GC-DRQN: Enhancing Radar Anti-Jamming Performance With Supervised Auxiliary Tasks and Deterministic Rewards

Self-defense suppression jammers pose a critical threat to radar by adaptively altering jamming frequencies based on intercepted radar pulses, which can mask the real targets. An effective countermeasure is to transmit a cover pulse before the detection pulse to deceive the jammer. In order to maximize radar detection performance while ensuring successful anti-jamming, reinforcement learning (RL) methods are employed to dynamically adjust the width ratio between the cover pulse and the detection pulse based on the jamming state and reward feedback. However, unknown jammer interception durations and interception-jamming cycles, along with the random feedback affected by noise, pose significant challenges to the pulse width selection based on RL methods.
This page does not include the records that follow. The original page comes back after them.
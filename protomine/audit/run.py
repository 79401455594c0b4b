"""Run an audit: library + store (+ held-out truth CSV) -> report folder, and the next objects to label.

The CLI and the demo call this.  Randomness (bootstrap, label-propagation draws, the plan's random picks)
comes from one generator seeded once.
"""
from __future__ import annotations

from pathlib import Path
from typing import Callable

import numpy as np

from ..errors import InputError
from ..ingest.sharded import open_store
from ..mine.gallery import render_gallery
from ..mine.library import Library, read_library
from ..mine.pipeline import library_gallery_faces
from ..progress import bar
from ..provenance import file_fingerprint, provenance, record_outputs
from .metrics import symmetry_to_period_deg
from .plan import choose_objects, member_uncertainty, plan_rows, write_sheet
from .report import Assignments, jsonable, build_audit, write_report
from .truth import object_table, read_truth


def resolve_store_path(library: Path, recorded: str, given: Path | None) -> Path:
    """``given`` if set; else the library's recorded store path (relative paths tried beside the library)."""
    if given is not None:
        if not Path(given).is_file():
            raise InputError(given, None, "object store not found")
        return Path(given)
    if not recorded:
        raise InputError(library, "store_path", "library records no object store; pass --store")
    p = Path(recorded)
    for cand in (p, library.parent / p):
        if cand.is_file():
            return cand
    raise InputError(library, "store_path", f"recorded object store {recorded!r} not found; pass --store")


def run_audit(library: str | Path, truth: str | Path | None, out: str | Path, cfg: dict, *,
              store: str | Path | None = None, seed: int = 0, plan: int = 0,
              progress: Callable[[str], None] | None = None) -> dict:
    """Audit the library's clusters against the truth CSV (None: no labels yet) and, with ``plan`` > 0,
    choose the next ``plan`` objects to label; writes report.json, report.html, PNGs and the labelling
    sheet into ``out``."""
    library, out = Path(library), Path(out)
    say = progress or (lambda msg: None)
    lib = read_library(library)
    rows = read_truth(truth) if truth is not None else []
    st = open_store(resolve_store_path(library, lib.store_path, Path(store) if store else None))
    say(f"{len(rows)} truth rows, {len(lib.members['object'])} library members, {len(st)} stored objects")
    m = lib.members
    assignments = Assignments(np.asarray(m["object"], dtype=str), m["cluster"], m["yaw_deg"], m["scale"],
                              m["distance"], m["score"], rotation=np.asarray(m["rotation"], np.float64))
    objects = object_table(st)
    periods = {k: symmetry_to_period_deg(int(s)) for k, s in enumerate(lib.prototypes["symmetry"])}
    inputs = {"library": file_fingerprint(library), "store": st.fingerprint()}
    if truth is not None:
        inputs["truth"] = file_fingerprint(truth)
    prov = provenance(cfg, seed, inputs, command="audit")
    rng = np.random.default_rng(seed)
    with bar(progress, "audit", total=2, unit="steps") as b:     # numbers (bootstrap, open set, plan), then pictures
        doc = build_audit(assignments, rows, objects, symmetry_period_deg=periods, names=lib.names, cfg=cfg,
                          rng=rng, truth_path=truth, provenance=prov,
                          symmetry_groups={k: lib.symmetry_group(k) for k in range(lib.n_clusters)})
        if doc["labelled_objects"]:
            doc["open_set"] = jsonable(open_set_on_labelled(lib, st, doc, cfg))
        out.mkdir(parents=True, exist_ok=True)
        written: list[Path] = []
        if plan > 0:
            doc["plan"], sheet = _plan(lib, st, assignments, doc, plan, cfg, rng, out)
            written += sheet
        b.advance()
        gallery = render_gallery(out / "gallery.png", lib.prototypes["volumes"], counts=lib.prototypes["count"],
                                 symmetry=lib.prototypes["symmetry"],
                                 names=[lib.display_name(k) for k in range(lib.n_clusters)],
                                 faces=library_gallery_faces(lib))
        written += write_report(out, doc, gallery_png=gallery, crops=st.crops).values()
        record_outputs(written, prov)
        b.advance()
    return doc


def _plan(lib: Library, st, asg: Assignments, doc: dict, n: int, cfg: dict, rng: np.random.Generator,
          out: Path) -> tuple[dict, list[Path]]:
    m = lib.members
    labelled_label = {r["object"]: r["label"] for r in doc["labelled_objects"]}
    majority = {c["cluster"]: c["majority_label"] for c in doc["clusters"]}
    labelled = np.array([o in labelled_label for o in asg.object_ids.tolist()])
    agree = np.array([labelled_label.get(o) == majority.get(int(c)) for o, c in zip(asg.object_ids.tolist(), asg.cluster.tolist())])
    u = member_uncertainty(m["score"], m["distance"], m["second_distance"])
    share = float(cfg["audit"]["plan_random_share"])
    idx, rnd = choose_objects(asg.cluster, u, labelled, n, rng, random_share=share, agree=agree)
    rows = plan_rows(st, asg.object_ids[idx], asg.cluster[idx], rnd, lib.names)
    paths = write_sheet(out, rows, st.crops)
    per_cluster: dict[int, int] = {}
    for r in rows:
        per_cluster[r.cluster] = per_cluster.get(r.cluster, 0) + 1
    info = {"objects": len(rows), "asked": int(n), "sheet": "labelling_sheet.csv", "pictures": "labelling_sheet.png",
            "per_cluster": per_cluster, "random_share": share,
            "how": f"Neyman allocation over clusters by size and current uncertainty; within a cluster "
                   f"{share:.0%} at random, the rest the members the library is least sure of"}
    return jsonable(info), list(paths.values())


def open_set_on_labelled(lib: Library, st, doc: dict, cfg: dict) -> dict:
    """What the library's unknown cut does to the stored single views of the labelled objects.

    Each view is matched as the label stage matches a new frame (``label.matcher``); it is flagged when
    no prototype overlaps it or its nearest prototype's score is below the cut.  Counted apart: views whose
    nearest prototype is their own object's cluster (a flag there is a false flag, the rate alpha bounds)
    and views nearest to another cluster (they would be labelled wrong, so a flag there is a catch), and
    views of labelled objects whose label disagrees with their cluster's majority.
    """
    from ..label.matcher import make_matcher
    matcher = make_matcher(lib, cfg)
    cut = matcher.unknown_cut   # the library's cut, or its other-face rule's (mine.openset)
    info = {"alpha": float(lib.attrs.get("unknown_alpha", float("nan"))), "cut": cut,
            "calibration_views": int(lib.attrs.get("unknown_calibration_views", 0)),
            "note": ("Views stored at ingest (one frame each), matched like a new frame; these objects helped build "
                     "their prototypes, so for small clusters the rate is optimistic. The rate on frames never mined "
                     "is what the label stage measures (protomine demo prints it).")}
    majority = {c["cluster"]: c["majority_label"] for c in doc["clusters"]}
    wrong = {r["object"]: r["label"] != majority.get(r["cluster"]) for r in doc["labelled_objects"]}
    cluster_of = {r["object"]: r["cluster"] for r in doc["labelled_objects"]}
    index = np.array([st.index_of(o) for o in wrong], dtype=np.int64)
    rows = np.sort(np.flatnonzero(np.isin(st.single_object, index)))
    info.update(views=int(rows.size), objects=int(np.unique(st.single_object[rows]).size), flagged=0, rate=0.0,
                nearest_own=0, flagged_own=0, rate_own=0.0, nearest_other=0, flagged_other=0,
                disagreeing=0, flagged_disagreeing=0)
    if rows.size == 0:
        return info
    res = matcher.match(st.read_single_views(rows))
    best = res["best"]
    score = np.where(best >= 0, res["score"][np.arange(best.size), np.maximum(best, 0)], 0.0)
    flagged = (best < 0) | (score < cut)
    ids = np.asarray(st.objects["id"], dtype=str)[st.single_object[rows]].tolist()
    bad = np.array([wrong[o] for o in ids], dtype=bool)
    own = best == np.array([cluster_of[o] for o in ids])
    info.update(flagged=int(flagged.sum()), rate=float(flagged.mean()),
                nearest_own=int(own.sum()), flagged_own=int((flagged & own).sum()),
                rate_own=float((flagged & own).sum() / max(own.sum(), 1)),
                nearest_other=int((~own).sum()), flagged_other=int((flagged & ~own).sum()),
                disagreeing=int(bad.sum()), flagged_disagreeing=int((flagged & bad).sum()))
    return info


def summary_line(doc: dict, out: Path) -> str:
    """The line the CLI prints: the headline and where the report (and the sheet) went."""
    tail = f" Report: {out / 'report.html'}"
    if doc.get("plan"):
        tail += f"; {doc['plan']['objects']} objects to label next in {out / doc['plan']['sheet']}"
    return doc["headline"] + tail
Inspired by biological intelligence to enhance RL, we propose a supervised learning (SL)-based general auxiliary task framework that emulates the spatiotemporal encoding characteristics of grid cells and time cells in mammalian brains to extract richer and more structured environmental information. Building on this, we introduce a flexible grid cell-deep recurrent Q-network (GC-DRQN) architecture, integrating SL and RL, which improves the performance of RL in handling tasks with temporal dependencies. Additionally, we implement a deterministic equivalent reward mechanism to overcome the instability in the RL convergence process caused by random rewards. Simulation results demonstrate that the pulse transmission strategy learned by GC-DRQN achieves significantly higher target detection probabilities compared to several baseline methods. Notably, in a low signal-to-noise ratio (SNR) scenario, GC-DRQN improves the target detection probability and convergence speed of DRQN by up to twofold.